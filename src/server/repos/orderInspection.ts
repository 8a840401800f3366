/**
 * The gate on an order's `inspected` state: a part of the order's revision must have passed
 * inspection (or been accepted with a deviation by an engineer) after the order was paid, i.e.
 * inspected for this order and against this approved revision. A newer failed inspection with
 * nothing passed after it blocks the step. One inspection serves one order: an inspection that
 * already let another order become `inspected` does not count again (two orders of the same
 * revision are two parts, each inspected).
 */
import { desc, eq } from 'drizzle-orm';
import type { Db, Tx } from '../db/client';
import { inspections, orders } from '../db/schema';

export type InspectionResult = { status: 'passed' | 'accepted' | 'failed' | 'none'; detail: string; inspectionId?: number };

export async function inspectionResultForOrder(db: Db | Tx, order: { id: number; revisionId: number; paidAt: Date | null }): Promise<InspectionResult> {
  const rows = await db
    .select({ id: inspections.id, state: inspections.state, completedAt: inspections.completedAt, acceptedAt: inspections.acceptedAt, usedBy: orders.id })
    .from(inspections)
    .leftJoin(orders, eq(orders.inspectionId, inspections.id))
    .where(eq(inspections.revisionId, order.revisionId))
    .orderBy(desc(inspections.id))
    .limit(200);
  const since = order.paidAt?.getTime() ?? 0;
  // A failed inspection older than one another order has used belongs to that order's part (it
  // was inspected again and passed); only what came after it can be this order's part.
  const lastUsedElsewhere = Math.max(0, ...rows.filter((r) => r.usedBy !== null && r.usedBy !== order.id).map((r) => r.id));
  const finished = rows.filter(
    (r) => r.state !== 'in_progress' && (r.usedBy === null || r.usedBy === order.id) && r.id > lastUsedElsewhere && (r.acceptedAt ?? r.completedAt ?? new Date(0)).getTime() >= since,
  );
  const ok = finished.find((r) => r.state === 'passed' || r.state === 'accepted_with_deviation');
  if (ok) return { status: ok.state === 'passed' ? 'passed' : 'accepted', detail: `inspection ${ok.id} ${ok.state === 'passed' ? 'passed' : 'accepted with deviation'}`, inspectionId: ok.id };
  const failed = finished.find((r) => r.state === 'failed');
  if (failed) return { status: 'failed', detail: `inspection ${failed.id} failed`, inspectionId: failed.id };
  return { status: 'none', detail: 'no finished inspection of this revision since the order was paid that another order has not used' };
}
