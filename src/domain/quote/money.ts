/**
 * Money in integer minor units (cents), and the one rounding rule of quoting:
 * HALF-UP to a whole minor unit, applied once per line (0.5 cent → 1 cent, 0.49 → 0).
 * Amounts are never negative before rounding except discounts, which are rounded as positive
 * amounts and then subtracted, so "half-up" always means "half away from zero".
 */
import { DomainError } from '../errors';

/**
 * Round a non-negative exact amount (in minor units, possibly fractional) half-up to a whole
 * minor unit. The value is first snapped to 1e-6 minor units so that binary floating-point
 * noise (1.005 × 100 = 100.49999…) does not turn an exact half into a round-down.
 */
export function roundHalfUpMinor(exactMinor: number): number {
  if (!Number.isFinite(exactMinor) || exactMinor < 0) {
    throw new DomainError('quote.money', `an amount to round must be a finite number of 0 or more minor units, got ${exactMinor}`);
  }
  const snapped = Math.round(exactMinor * 1e6) / 1e6;
  return Math.floor(snapped + 0.5);
}

/** n × bp / 10 000, half-up, in integer arithmetic (n and bp whole and ≥ 0). */
export function basisPointsOf(amountMinor: number, bp: number): number {
  if (!Number.isSafeInteger(amountMinor) || amountMinor < 0 || !Number.isSafeInteger(bp) || bp < 0) {
    throw new DomainError('quote.money', `basis points need whole non-negative numbers, got ${amountMinor} × ${bp} bp`);
  }
  const num = amountMinor * bp;
  if (!Number.isSafeInteger(num * 2 + 10_000)) throw new DomainError('quote.money', 'amount too large to compute exactly');
  // floor((2·num + d) / 2d) = round half-up of num / d, d = 10 000
  return Math.floor((2 * num + 10_000) / 20_000);
}

/** "1234.50" for 123450 minor units with 2 digits (no symbol, no grouping: for arithmetic text). */
export function minorToDecimal(minor: number, digits: number): string {
  const neg = minor < 0;
  const abs = Math.abs(minor);
  if (digits === 0) return (neg ? '-' : '') + String(abs);
  const s = String(abs).padStart(digits + 1, '0');
  return (neg ? '-' : '') + s.slice(0, -digits) + '.' + s.slice(-digits);
}

/** Display form with the currency's symbol, e.g. "€1,234.50". */
export function formatMoney(minor: number, currency: string, digits: number): string {
  try {
    return new Intl.NumberFormat('en-GB', { style: 'currency', currency, minimumFractionDigits: digits, maximumFractionDigits: digits }).format(minor / 10 ** digits);
  } catch {
    return `${minorToDecimal(minor, digits)} ${currency}`;
  }
}

/** Basis points as a percentage text: 1900 → "19 %", 1250 → "12.5 %". */
export function bpToPercent(bp: number): string {
  return `${Number((bp / 100).toFixed(2))} %`;
}

/**
 * "9.50" / "9,50" / "12" → minor units (950 / 950 / 1200) without floating point; null when the
 * text is not a plain amount with at most `digits` decimals.
 */
export function decimalToMinor(text: string, digits: number): number | null {
  const m = /^\s*(\d{1,12})(?:[.,](\d*))?\s*$/.exec(text);
  if (!m) return null;
  const frac = m[2] ?? '';
  if (frac.length > digits) return null;
  return Number(m[1]) * 10 ** digits + Number((frac + '0'.repeat(digits)).slice(0, digits) || '0');
}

● **PROBLEM REQUIREMENTS**: Scan the listing above. Collect all lines with the word "minorToDecimal".

● **ANSWER TO THE EXERCISE**:
export function minorToDecimal(minor: number, digits: number): string {
    return `${minorToDecimal(minor, digits)} ${currency}`;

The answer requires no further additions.